With the increasing popularity of cryptocurrencies and blockchain technology, smart contracts have become a prominent feature in developing decentralized applications. However, these smart contracts are susceptible to vulnerabilities that hackers can exploit, resulting in significant financial losses. In response to this growing concern, various initiatives have emerged. Notably, the SWC vulnerability list played an important role in raising awareness and understanding of smart contract weaknesses. However, the SWC list lacks maintenance and has not been updated with new vulnerabilities since 2020. To address this gap, this paper introduces the Smart Contract Weakness Enumeration (SWE), a comprehensive and practical vulnerability list up until 2023. We collect 273 vulnerability descriptions from 86 top conference papers and journal papers, employing open card sorting techniques to deduplicate and categorize these descriptions. This process results in the identification of 40 common contract weaknesses, which are further classified into 20 sub-research fields through thorough discussion and analysis. SWE provides a systematic and comprehensive list of smart contract vulnerabilities, covering existing and emerging vulnerabilities in the last few years. Moreover, SWE is a scalable, continuously iterative program. We propose two update mechanisms for the maintenance of SWE. Regular updates involve the inclusion of new vulnerabilities from future top papers, while irregular updates enable individuals to report new weaknesses for review and potential addition to SWE.
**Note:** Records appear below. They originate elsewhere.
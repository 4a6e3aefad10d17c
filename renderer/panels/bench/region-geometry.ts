import type { OperatingRegion, RegionBoundary } from "../../../shared-types/bench";

/** Where the plane of depth and volts lies in the drawing, px. */
export interface ChartFrame {
  readonly left: number;
  readonly top: number;
  readonly width: number;
  readonly height: number;
  readonly depthEndMm: number;
  readonly voltsEnd: number;
}

export const xOfDepth = (frame: ChartFrame, depthMm: number): number => frame.left + (depthMm / frame.depthEndMm) * frame.width;
export const yOfVolts = (frame: ChartFrame, volts: number): number => frame.top + (1 - volts / frame.voltsEnd) * frame.height;
export const depthOfX = (frame: ChartFrame, x: number): number => ((x - frame.left) / frame.width) * frame.depthEndMm;
export const voltsOfY = (frame: ChartFrame, y: number): number => (1 - (y - frame.top) / frame.height) * frame.voltsEnd;

/** @returns a round upper end for an axis. */
export function roundEnd(value: number): number {
  const decade = 10 ** Math.floor(Math.log10(value));
  const share = [1, 1.5, 2, 2.5, 3, 4, 5, 6, 8, 10].find((step) => step * decade >= value * (1 - 1e-9)) ?? 10;
  return share * decade;
}

/** @returns about `count` round values from 0 to `end` for an axis. */
export function axisTicks(end: number, count: number): readonly number[] {
  const rough = end / count;
  const decade = 10 ** Math.floor(Math.log10(rough));
  const step = ([1, 2, 5, 10].find((share) => share * decade >= rough * (1 - 1e-9)) ?? 10) * decade;
  return Array.from({ length: Math.floor(end / step + 1e-9) + 1 }, (_, index) => Number((index * step).toPrecision(12)));
}

/**
 * The part of the chart that the plan's numbers describe: enough to show the region, the present setting and every edge near them.
 * @returns the ends of both axes.
 */
export function chartEnds(
  region: OperatingRegion,
  present: readonly [number, number],
): { readonly depthEndMm: number; readonly voltsEnd: number } {
  const highest = Math.max(...region.columns.flatMap((column) => column.volts.map((run) => run[1])), 0);
  const upright = region.boundaries.filter((one) => one.forbids === "deeper").map((one) => one.path[0][0]);
  const deepest = Math.max(
    ...region.columns.map((column) => column.depthMm),
    ...upright.filter((depth) => depth < region.depthRangeMm[1]),
    0,
  );
  return {
    depthEndMm: roundEnd(Math.max(Math.min(deepest * 1.15, region.depthRangeMm[1]), present[0] * 1.1, 5)),
    voltsEnd: roundEnd(Math.max(highest > 0 ? highest * 1.2 : region.voltsRange[1], present[1] * 1.1)),
  };
}

/** @returns whether the region allows a setting: between two of its columns the bounds run straight. */
export function allowsSetting(region: OperatingRegion, depthMm: number, volts: number): boolean {
  const { columns } = region;
  const after = columns.findIndex((column) => column.depthMm >= depthMm - 1e-9);
  if (after < 0) return false;
  const right = columns[after];
  const left = after === 0 ? right : columns[after - 1];
  if (depthMm < left.depthMm - 1e-9) return false;
  const share = right.depthMm === left.depthMm ? 1 : (depthMm - left.depthMm) / (right.depthMm - left.depthMm);
  return right.volts.some(([low, high], run) => {
    const [leftLow, leftHigh] = left.volts[run] ?? [low, high];
    const slack = 1e-9 * Math.max(1, volts);
    return volts >= leftLow + share * (low - leftLow) - slack && volts <= leftHigh + share * (high - leftHigh) + slack;
  });
}

/** @returns the SVG path of the allowed region: for every run of volts one band from column to column. */
export function regionPath(frame: ChartFrame, region: OperatingRegion): string {
  const { columns } = region;
  const most = Math.max(0, ...columns.map((column) => column.volts.length));
  const place = (depthMm: number, volts: number): string =>
    `${xOfDepth(frame, depthMm).toFixed(1)} ${yOfVolts(frame, Math.min(volts, frame.voltsEnd)).toFixed(1)}`;
  const bands: string[] = [];
  for (let run = 0; run < most; run++) {
    const present = columns.filter((column) => column.volts[run] !== undefined);
    const upper = present.map((column) => place(column.depthMm, column.volts[run][1]));
    const lower = present.map((column) => place(column.depthMm, column.volts[run][0])).reverse();
    if (present.length > 0) bands.push(`M${[...upper, ...lower].join("L")}Z`);
  }
  return bands.join("");
}

/** @returns the bound that a rule sets at a depth: volts, or mm for the rules on depth; null where it draws nothing there. */
export function boundAt(boundary: RegionBoundary, depthMm: number): number | null {
  const { path, forbids } = boundary;
  if (forbids === "deeper" || forbids === "shallower") return path[0][0];
  const after = path.findIndex(([depth]) => depth >= depthMm);
  if (after < 0) return null;
  if (after === 0) return path[0][1];
  const [[d0, v0], [d1, v1]] = [path[after - 1], path[after]];
  return v0 + ((depthMm - d0) / (d1 - d0)) * (v1 - v0);
}

/** @returns whether a setting breaks the rule of a boundary. */
export function breaks(boundary: RegionBoundary, depthMm: number, volts: number): boolean {
  const bound = boundAt(boundary, depthMm);
  if (bound === null) return false;
  switch (boundary.forbids) {
    case "above":
      return volts > bound * (1 + 1e-9);
    case "below":
      return volts < bound * (1 - 1e-9);
    case "deeper":
      return depthMm > bound + 1e-9;
    case "shallower":
      return depthMm < bound - 1e-9;
  }
}
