import type { BenchNumbers, Estimate } from "../../../shared-types/bench";
import type { Setup } from "../../../shared-types/setup";
import { texts } from "../../texts/texts";
import { percentText, shownBounded, shownNumber, withPrefix } from "./numbers";

const words = texts.readouts;

/** One line of a card: what it is, its value with unit, and what a reader should know of it. */
export interface Readout {
  readonly term: string;
  readonly value: string;
  readonly note?: string;
}

const range = ({ low, high }: Estimate, text: (value: number) => string): string =>
  low === high ? text(low) : words.range(text(low), text(high));
const litres = (value: number): string => (value < 1 ? `${shownNumber(value * 1000)} mL` : `${shownNumber(value)} L`);
const grams = (value: number): string => (value < 1 ? `${shownNumber(value * 1000, 2)} mg` : `${shownNumber(value, 2)} g`);

/** @returns the water: conductivity, volume, salt, freeboard, tilt, parallax. */
export function waterReadouts(setup: Setup, { water, geometry }: BenchNumbers): readonly Readout[] {
  const { trays } = setup.session;
  const dose = water.saltToTarget;
  const lines: Readout[] = [
    {
      term: words.water.conductivity(shownNumber(setup.water.temperatureC)),
      value: `${shownNumber(water.conductivitySPerM * 1e4, 4)} µS/cm`,
      note: words.water.perKelvin(water.temperatureRule, percentText(water.changePerKelvin), water.withinTemperatureRange),
    },
    {
      term: words.water.volume,
      value: litres(water.volumePerTrayL.value),
      ...(trays > 1 ? { note: words.water.forTrays(litres(water.volumeAllTraysL.value), trays) } : {}),
    },
  ];
  if (dose !== null) {
    lines.push({
      term: words.water.salt(shownNumber(dose.toUsPerCm, 5)),
      value: grams(dose.perTrayG),
      note: `${trays > 1 ? `${words.water.forTrays(grams(dose.allTraysG), trays)}; ` : ""}${dose.withinData ? words.water.stir : words.water.beyondData}`,
    });
  }
  const [shallow, deep] = [water.shallowestMm, water.deepestMm];
  if (shallow !== deep) lines.push({ term: words.water.wallDepth, value: `${words.range(shownNumber(shallow), shownNumber(deep))} mm` });
  lines.push(
    { term: words.water.freeboard, value: `${shownNumber(geometry.freeboardMm)} mm` },
    {
      term: words.water.tilt(geometry.tiltDeg),
      value: percentText(geometry.tiltReadingShare),
      note: words.water.tiltNote(percentText(geometry.tiltDepthShare)),
    },
    {
      term: words.water.parallax,
      value: words.water.at10(shownNumber(geometry.parallaxAt10DegMm, 2)),
      note: words.water.at30(shownNumber(geometry.parallaxAt30DegMm, 2)),
    },
  );
  return lines;
}

/** @returns the circuit: resistance, current, power, each electrode's current. */
export function circuitReadouts(setup: Setup, { circuit }: BenchNumbers): readonly Readout[] {
  const { resistanceOhm, currentA, powerW, electrodes } = circuit;
  return [
    ...(resistanceOhm === null ? [] : [{ term: words.circuit.resistance, value: `${shownBounded(resistanceOhm)} Ω` }]),
    {
      term: words.circuit.current,
      value: withPrefix(currentA.value, "A"),
      note: words.circuit.ofLimit(percentText(circuit.shareOfLimit), withPrefix(circuit.currentLimitA, "A")),
    },
    { term: words.circuit.power, value: withPrefix(powerW.value, "W") },
    ...electrodes.map((electrode) => ({
      term: setup.parts.find((part) => part.id === electrode.id)?.name || words.circuit.electrode(electrode.id),
      value: withPrefix(electrode.currentA, "A"),
      // 1 mA/cm² is 10 A/m².
      note: words.circuit.density(shownNumber(electrode.largestCurrentDensityAPerM2 / 10, 2)),
    })),
  ];
}

/** @returns what the electrodes' surfaces take. */
export function surfaceReadouts({ interface: surface }: BenchNumbers): readonly Readout[] {
  const basis = words.surfaces.bases[surface.basis];
  if (surface.waveform === "dc") {
    return [
      {
        term: words.surfaces.lostDc,
        value: range(surface.electrodeDropVolts, (volts) => `${shownNumber(volts)} V`),
        note: words.surfaces.measureIt(basis),
      },
      { term: words.surfaces.left, value: `${shownNumber(surface.waterVolts.typical)} V` },
      { term: words.surfaces.readings, value: words.surfaces.drift, note: words.surfaces.polarises },
    ];
  }
  return [
    {
      term: words.surfaces.lostAc,
      value: words.surfaces.about(percentText(surface.shareLost.typical)),
      note: words.surfaces.estimate(range(surface.shareLost, (share) => percentText(share))),
    },
    { term: words.surfaces.left, value: `${shownNumber(surface.waterVolts.typical, 4)} V`, note: words.surfaces.outOfStep },
    { term: words.surfaces.doubleLayer, value: `${range(surface.doubleLayerUfPerCm2, (value) => shownNumber(value))} µF/cm²`, note: basis },
    { term: words.surfaces.twoPercent, value: withPrefix(surface.frequencyForTwoPercentHz, "Hz", 2) },
  ];
}

/** @returns what meter and probe do to a reading. */
export function meterReadouts({ meter }: BenchNumbers): readonly Readout[] {
  return [
    {
      term: words.meter.loading,
      value: percentText(meter.loadingShare),
      note: words.meter.impedances(
        withPrefix(meter.tipResistanceOhm + meter.trayResistanceOhm, "Ω"),
        withPrefix(meter.inputImpedanceOhm, "Ω"),
      ),
    },
    { term: words.meter.range, value: `${shownNumber(meter.rangeVolts)} V`, note: words.meter.digit(withPrefix(meter.digitVolts, "V")) },
    { term: words.meter.accuracy, value: `± ${withPrefix(meter.accuracyVolts, "V", 2)}` },
    ...(meter.medianFieldMvPerMm === null || meter.digitsPerMm === null
      ? []
      : [
          {
            term: words.meter.field,
            value: `${shownNumber(meter.medianFieldMvPerMm)} mV/mm`,
            note: words.meter.median(shownNumber(meter.digitsPerMm, 2)),
          },
        ]),
  ];
}

/** @returns heat over the session, and on DC the gas and the metal lost. */
export function heatAndGasReadouts(setup: Setup, { heat, gas }: BenchNumbers): readonly Readout[] {
  const lines: Readout[] = [
    {
      term: words.session.warmer(shownNumber(setup.session.minutes)),
      value: `${shownNumber(heat.riseOverSessionK, 2)} K`,
      note: words.session.drift(percentText(heat.currentDrift)),
    },
    {
      term: words.session.evaporation,
      value: `${range(heat.evaporationMm, (value) => shownNumber(value, 2))} mm`,
      note: words.session.cools,
    },
  ];
  if (gas === null) return [...lines, { term: words.session.gas, value: words.session.little, note: words.session.acCarries }];
  lines.push({
    term: words.session.hydrogen,
    value: `${shownNumber(gas.hydrogenMl, 2)} mL`,
    note: words.session.hydrogenShare(shownNumber(gas.hydrogenVolPercent, 2), shownNumber(gas.hoodLitres), gas.hydrogenLimitVolPercent),
  });
  if (gas.chlorineMl > 0) {
    lines.push({
      term: words.session.chlorine,
      value: `${shownNumber(gas.chlorineMl, 2)} mL`,
      note: words.session.chlorineShare(shownNumber(gas.chlorineRoomPpm, 2)),
    });
  } else {
    lines.push({ term: words.session.oxygen, value: `${shownNumber(gas.oxygenMl, 2)} mL` });
  }
  for (const anode of gas.anodes) {
    if (anode.lostG !== null)
      lines.push({ term: words.session.loses(anode.id), value: grams(anode.lostG), note: words.session.atMost(anode.material) });
  }
  return lines;
}
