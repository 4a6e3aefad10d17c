import { type KeyboardEvent, useId, useState } from "react";
import type { Problem } from "../../../shared-types/result";

export interface NumberSettingProps {
  readonly label: string;
  readonly unit: string;
  /** Undefined: the key is absent, the placeholder says what stands in for it. */
  readonly value: number | undefined;
  readonly step: number;
  /** Dotted path in the setup, by which a finding finds its field. */
  readonly setting: string;
  readonly placeholder?: string;
  /** Takes a new number (undefined where an optional field was emptied). @returns why it was refused, empty when it was taken. */
  readonly onSet: (value: number | undefined) => readonly Problem[];
  readonly optional?: boolean;
}

/** Reads what people type, with either decimal sign. */
const read = (text: string): number => Number(text.trim().replace(",", "."));

/** A number of the setup: taken on Enter or on leaving, stepped by the arrow keys, put back by Escape; a refusal stands below it in words. */
export function NumberSetting({ label, unit, value, step, setting, placeholder, onSet, optional = false }: NumberSettingProps) {
  const id = useId();
  const [typed, setTyped] = useState<string | null>(null);
  const [refusal, setRefusal] = useState<string | null>(null);
  const shown = typed ?? (value === undefined ? "" : String(value));

  const give = (next: number | undefined): void => {
    const problems = next !== undefined && !Number.isFinite(next) ? [{ where: setting, message: `${label} takes a number` }] : onSet(next);
    setRefusal(problems.length === 0 ? null : problems[0].message);
    if (problems.length === 0) setTyped(null);
  };
  const take = (): void => {
    if (typed === null) return;
    if (typed.trim() === "") {
      if (optional) give(undefined);
      else {
        setTyped(null);
        setRefusal(null);
      }
    } else give(read(typed));
  };
  const onKeyDown = (event: KeyboardEvent<HTMLInputElement>): void => {
    const turn = { ArrowUp: 1, ArrowDown: -1 }[event.key];
    if (event.key === "Enter") take();
    else if (event.key === "Escape") {
      setTyped(null);
      setRefusal(null);
    } else if (turn !== undefined) {
      event.preventDefault();
      const from = typed === null ? (value ?? 0) : read(typed);
      give(Number((from + turn * step * (event.shiftKey ? 10 : 1)).toPrecision(9)));
    } else return;
    event.stopPropagation();
  };

  return (
    <div className="bench-setting">
      <label htmlFor={id}>{label}</label>
      <span className="bench-setting-box">
        <input
          id={id}
          inputMode="decimal"
          autoComplete="off"
          spellCheck={false}
          value={shown}
          placeholder={placeholder}
          data-setting={setting}
          aria-invalid={refusal !== null}
          aria-describedby={refusal === null ? undefined : `${id}-refusal`}
          onChange={(event) => setTyped(event.target.value)}
          onBlur={take}
          onKeyDown={onKeyDown}
        />
        <span className="bench-unit">{unit}</span>
      </span>
      {refusal !== null && (
        <p className="bench-refusal" id={`${id}-refusal`} role="alert">
          {refusal}
        </p>
      )}
    </div>
  );
}

export interface ChoiceSettingProps {
  readonly label: string;
  readonly value: string;
  readonly setting: string;
  readonly choices: readonly (readonly [value: string, text: string])[];
  readonly onSet: (value: string) => void;
}

/** A word of the setup from a list; a word that the list does not know stays, and is shown. */
export function ChoiceSetting({ label, value, setting, choices, onSet }: ChoiceSettingProps) {
  const id = useId();
  const known = choices.some(([choice]) => choice === value);
  return (
    <div className="bench-setting">
      <label htmlFor={id}>{label}</label>
      <select id={id} value={value} data-setting={setting} onChange={(event) => onSet(event.target.value)}>
        {!known && <option value={value}>{value}</option>}
        {choices.map(([choice, text]) => (
          <option key={choice} value={choice}>
            {text}
          </option>
        ))}
      </select>
    </div>
  );
}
翻译：随着加密货币和区块链技术的日益普及，智能合约已成为开发去中心化应用的重要特征。然而，这些智能合约易受黑客利用的漏洞影响，导致重大经济损失。为应对这一日益严重的关切，各方已推出多种举措。值得注意的是，SWC漏洞列表在提升对智能合约弱点的认识和理解方面发挥了重要作用。然而，SWC列表缺乏维护，自2020年以来未再更新新漏洞。为弥补这一空白，本文提出了智能合约弱点枚举（SWE），这是一份截至2023年的全面且实用的漏洞列表。我们从86篇顶级会议论文和期刊论文中收集了273条漏洞描述，采用开放式卡片分类技术对这些描述进行去重和分类。这一过程识别出40种常见合约弱点，并通过深入讨论和分析进一步将其归类为20个子研究领域。SWE提供了一份系统且全面的智能合约漏洞列表，涵盖过去几年中现有和新兴的漏洞。此外，SWE是一个可扩展、持续迭代的程序。我们提出了两种SWE维护的更新机制：定期更新包括纳入未来顶级论文中的新漏洞，而不定期更新则允许个人提交新弱点以供审查并可能加入SWE。